Foi que uma florzinha do campo veio para a cidade. E viu uma flor cor-de-rosa muita bonita dentro de um vaso. Toda aberta. As pétalas aveludadas e cheirosas. De longe se sentia o cheiro. Era perfume de rosa.
Aí a flor caipira, vinda da roça, desejou ser como aquela rosa cheirosa.Formosa.Vaidosa. Então falou:
-Vamos trocar? Eu fico onde você está e você fica no meu lugar de flor do mato.
A flor cheirosa respondeu:
-Vamos. Eu troco.
E fechou as pétalas para tornar a virar botão. Chamou a flor matuta e pediu a ela para entrar no vaso, no seu lugar. A flor jeca entrou.

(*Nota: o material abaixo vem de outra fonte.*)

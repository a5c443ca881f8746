import { Link, useLocation } from 'react-router-dom';
import { FullPageMessage } from './full-page-message.tsx';

export function NotFoundPage() {
  const { pathname } = useLocation();
  return (
    <FullPageMessage title="No such page">
      <p className="text-muted">
        Nothing lives at <code className="font-mono">{pathname}</code>.
      </p>
      <p>
        <Link className="font-medium text-accent underline underline-offset-2" to="/jobs">
          Go to jobs
        </Link>
      </p>
    </FullPageMessage>
  );
}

Tinha um passarinho azul, de cabeça vermelha, que cantava na gaiola. O passarinho cantou tanto, mas tanto, que as pétalas amarelinhas da flor do mato se abriram. E a flor cheirosa, que tinha ficado botão, espreguiçou-se e tornou a abrir as pétalas.
Ela estava muito feliz porque tinha dado seu lugar à outra flor. Por isso ficou ainda mais viçosa. E muito mais cheirosa.

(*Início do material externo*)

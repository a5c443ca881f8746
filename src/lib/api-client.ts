import type { z } from 'zod';
import { apiErrorSchema } from '../../shared/schemas/common.ts';

/** An answer from the API that was not 2xx, with the server's code and message. */
export class ApiError extends Error {
  readonly status: number;
  readonly code: string;
  readonly issues: { path: string; message: string }[];
  readonly details: unknown;

  constructor(status: number, code: string, message: string, issues: { path: string; message: string }[] = [], details?: unknown) {
    super(message);
    this.name = 'ApiError';
    this.status = status;
    this.code = code;
    this.issues = issues;
    this.details = details;
  }
}

/** The server could not be reached at all (offline, server down): the edit may be queued. */
export class NetworkError extends Error {
  constructor(cause: unknown) {
    super('The server cannot be reached.');
    this.name = 'NetworkError';
    this.cause = cause;
  }
}

type Method = 'GET' | 'POST' | 'PUT' | 'PATCH' | 'DELETE';

/** Headers of a request: every change says it is JSON (the server refuses any other type). */
function headersFor(method: Method, body: unknown): Record<string, string> {
  if (method === 'GET') return { accept: 'application/json' };
  // A FormData upload gets its multipart type (with its boundary) from the browser.
  if (body instanceof FormData) return { accept: 'application/json' };
  return { 'content-type': 'application/json', accept: 'application/json' };
}

/**
 * Calls the JSON API and parses the answer with its zod schema. Throws ApiError for an error
 * answer and NetworkError when no answer came. A change without a body sends `{}` as JSON: the
 * server takes only JSON (or an upload's FormData) on anything but GET.
 */
export async function apiRequest<T extends z.ZodType>(
  method: Method,
  url: string,
  schema: T,
  body?: unknown,
  init: { signal?: AbortSignal } = {},
): Promise<z.infer<T>> {
  let response: Response;
  try {
    response = await fetch(url, {
      method,
      credentials: 'same-origin',
      headers: headersFor(method, body),
      body: method === 'GET' ? undefined : body instanceof FormData ? body : JSON.stringify(body ?? {}),
      signal: init.signal,
    });
  } catch (error) {
    if (error instanceof DOMException && error.name === 'AbortError') throw error;
    throw new NetworkError(error);
  }
  if (response.status === 204) return schema.parse(undefined);
  const json: unknown = await response.json().catch(() => undefined);
  if (!response.ok) {
    const parsed = apiErrorSchema.safeParse(json);
    if (parsed.success) {
      const { code, message, issues, details } = parsed.data.error;
      throw new ApiError(response.status, code, message, issues ?? [], details);
    }
    if (response.status >= 502 && response.status <= 504) throw new NetworkError(new Error(`HTTP ${response.status}`));
    throw new ApiError(response.status, 'unknown', `The server answered ${response.status}.`);
  }
  return schema.parse(json);
}

/**
 * Sends a multipart form (a file upload with its fields) and parses the answer like `apiRequest`.
 * The browser sets the content type with the form's boundary.
 */
export async function apiUpload<T extends z.ZodType>(method: 'POST' | 'PUT', url: string, schema: T, form: FormData): Promise<z.infer<T>> {
  let response: Response;
  try {
    response = await fetch(url, { method, credentials: 'same-origin', headers: { accept: 'application/json' }, body: form });
  } catch (error) {
    throw new NetworkError(error);
  }
  const json: unknown = await response.json().catch(() => undefined);
  if (!response.ok) {
    const parsed = apiErrorSchema.safeParse(json);
    if (parsed.success) {
      const { code, message, issues, details } = parsed.data.error;
      throw new ApiError(response.status, code, message, issues ?? [], details);
    }
    if (response.status === 413) throw new ApiError(413, 'too_large', 'The file is too large.');
    throw new ApiError(response.status, 'unknown', `The server answered ${response.status}.`);
  }
  return schema.parse(json);
}

export const apiGet = <T extends z.ZodType>(url: string, schema: T, init?: { signal?: AbortSignal }) =>
  apiRequest('GET', url, schema, undefined, init);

Outro passarinho - era um beija-flor - veio e beijou com a ponta do bico o mel das duas flores.
Foi quando a flor do mato e a flor cor-de-rosa começaram a dançar a dança das flores.É uma dança que as flores dançam, quando os pássaros cantam e quando o vento sopra nas pétalas e nas folhas. O vento também sabe dançar: é um bailarino que a gente não vê, mas ele vive dançando, cantando e rodopiando com as folhas que caem.

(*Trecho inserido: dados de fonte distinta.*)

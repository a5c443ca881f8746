import type { ReactNode } from 'react';
import { Navigate, useLocation } from 'react-router-dom';
import { useMe } from '../features/auth/api/get-me.ts';
import type { SignInLocationState } from '../features/auth/components/sign-in-page.tsx';
import { FullPageMessage } from './full-page-message.tsx';

/**
 * Shows its children only to a signed-in person. Anyone else goes to the sign-in page, which
 * brings them back to this very page (path, query and hash) afterwards.
 */
export function RequireAuth({ children }: { children: ReactNode }) {
  const location = useLocation();
  const me = useMe();

  if (me.isPending) {
    return (
      <div className="flex h-dvh flex-col">
        <FullPageMessage title="Opening Boardwalk…" />
      </div>
    );
  }
  if (me.isError) {
    return (
      <div className="flex h-dvh flex-col">
        <FullPageMessage title="Boardwalk cannot reach its server">
          <p className="text-muted">{me.error.message}</p>
          <button
            type="button"
            className="rounded border border-line-strong bg-surface px-3 py-1 font-medium hover:bg-accent-soft"
            onClick={() => void me.refetch()}
          >
            Try again
          </button>
        </FullPageMessage>
      </div>
    );
  }
  if (!me.data) {
    const state: SignInLocationState = {
      from: { pathname: location.pathname, search: location.search, hash: location.hash },
    };
    return <Navigate to="/sign-in" replace state={state} />;
  }
  return children;
}
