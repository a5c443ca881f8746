import { useNavigate, useParams } from 'react-router-dom';
import { useMe } from '../features/auth/api/get-me.ts';
import { useJobs } from '../features/jobs/api/get-jobs.ts';
import { EditJobForm } from '../features/jobs/components/forms/edit-job-form.tsx';
import { NewBoardForm } from '../features/jobs/components/forms/new-board-form.tsx';
import { SiteForm } from '../features/jobs/components/forms/site-form.tsx';
import { JobRecordPage } from '../features/job-record/components/job-record-page.tsx';
import { SendPanel } from '../features/mail/components/send-panel.tsx';
import { SigningPanel } from '../features/signing/components/signing-panel.tsx';
import type { JobScreenAction } from '../features/job-record/commands.ts';
import { JobPhotosPanel } from '../features/photos-on-job/components/job-photos-panel.tsx';
import { IssuePanel } from '../features/issue/components/issue-panel.tsx';
import { JobStatePanel } from '../features/review/components/job-state-panel.tsx';
import type { JobDetail } from '../../shared/schemas/jobs.ts';

/**
 * The job screen as the app composes it: the job record (src/features/job-record) with the forms
 * of the jobs feature as commands (new board, edit the site, edit the job), and the panels other
 * features add (review, signing, issue, mail, photos of the notes) — place them in `panels`.
 */
export function JobRoute() {
  return <JobRecordPage actions={jobActions} panels={<JobPanels />} />;
}

/** The job's state and gate, signing, issuing and sending to the client, beside the record. */
function JobPanels() {
  const jobId = Number(useParams().jobId);
  const { data: me } = useMe();
  if (!me || !Number.isSafeInteger(jobId) || jobId <= 0) return null;
  return (
    <>
      <SigningPanel jobId={jobId} person={{ role: me.role, name: me.name }} />
      <IssuePanel jobId={jobId} role={me.role} />
      <SendPanel jobId={jobId} personRole={me.role} />
      {/* Beside sending: which photos go with the document is chosen here. */}
      <JobPhotosPanel jobId={jobId} role={me.role} />
      {/* Last: its gate list arrives after the others and changes length as the record is
          filled, so above them it would move the signature box under a moving pen. */}
      <JobStatePanel jobId={jobId} role={me.role} />
    </>
  );
}

function NewBoardAction({ detail }: { detail: JobDetail }) {
  const jobs = useJobs();
  const navigate = useNavigate();
  if (jobs.isPending) return <p className="text-muted">Loading…</p>;
  if (jobs.isError) return <p role="alert">The jobs could not be loaded: {jobs.error.message}</p>;
  // A new board goes straight to its console: typing its circuits is what comes next.
  return <NewBoardForm tree={jobs.data} jobId={detail.job.id} fixedJob onCreated={(board) => void navigate(`/boards/${board.id}`)} />;
}

const jobActions: JobScreenAction[] = [
  {
    id: 'job.new-board',
    label: 'New board',
    keywords: ['add', 'distribution', 'consumer unit', 'ways', 'copy'],
    shortcut: 'Alt+Shift+KeyB',
    when: (detail) => (detail.job.state === 'approved' || detail.job.state === 'issued' ? 'The job is approved: no board can be added' : true),
    render: ({ detail }) => <NewBoardAction detail={detail} />,
  },
  {
    id: 'job.edit-site',
    label: 'Edit the site',
    keywords: ['client', 'address', 'contact', 'e-mail', 'earthing'],
    shortcut: 'Alt+Shift+KeyE',
    render: ({ detail, close }) => <SiteForm site={detail.site} onSaved={close} />,
  },
  {
    id: 'job.edit-job',
    label: 'Edit the job’s reference and dates',
    keywords: ['reference', 'visit', 'date'],
    shortcut: 'Alt+Shift+KeyD',
    render: ({ detail, close }) => <EditJobForm job={detail.job} onSaved={close} />,
  },
];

Quando foi um dia, a rosa cheirosa foi colhida e plantada de novo, com suas raízes e folhas, num vaso marajoara. Sabe o que é um vaso marajoara?
Bem. Agora, adivinhe para onde ela foi levada? Justamente: para a mesma janela onde a flor do mato estava. Então as duas ficaram conversando na língua das flores.
As flores contam casos de pólen, de corolas, de folhas e espinhos.
As flores sabem muitas histórias. Contam do sol - quando a terra seca e as plantas têm sede. Contam do outono - quando as folhas caem, o vento rodopia e assobia poe entre os galhos. E contam do inverno - quando tudo esfria e as árvores ficam tristes.
Mas sempre que os dias ficam bons, que a brisa passa, como agorinha mesmo está passando, as flores dançam. Como as duas estão dançando o bailado que as flores sabem dançar. É um bailado colorido, que fica perfumado quando a primavera chega. A primavera chega como a madrinha das flores. Aí as flores se abrem, as pétalas batem palmas.
Repare: quando as flores falam, a gente sente perfume.
Não era bom a gente também falar assim?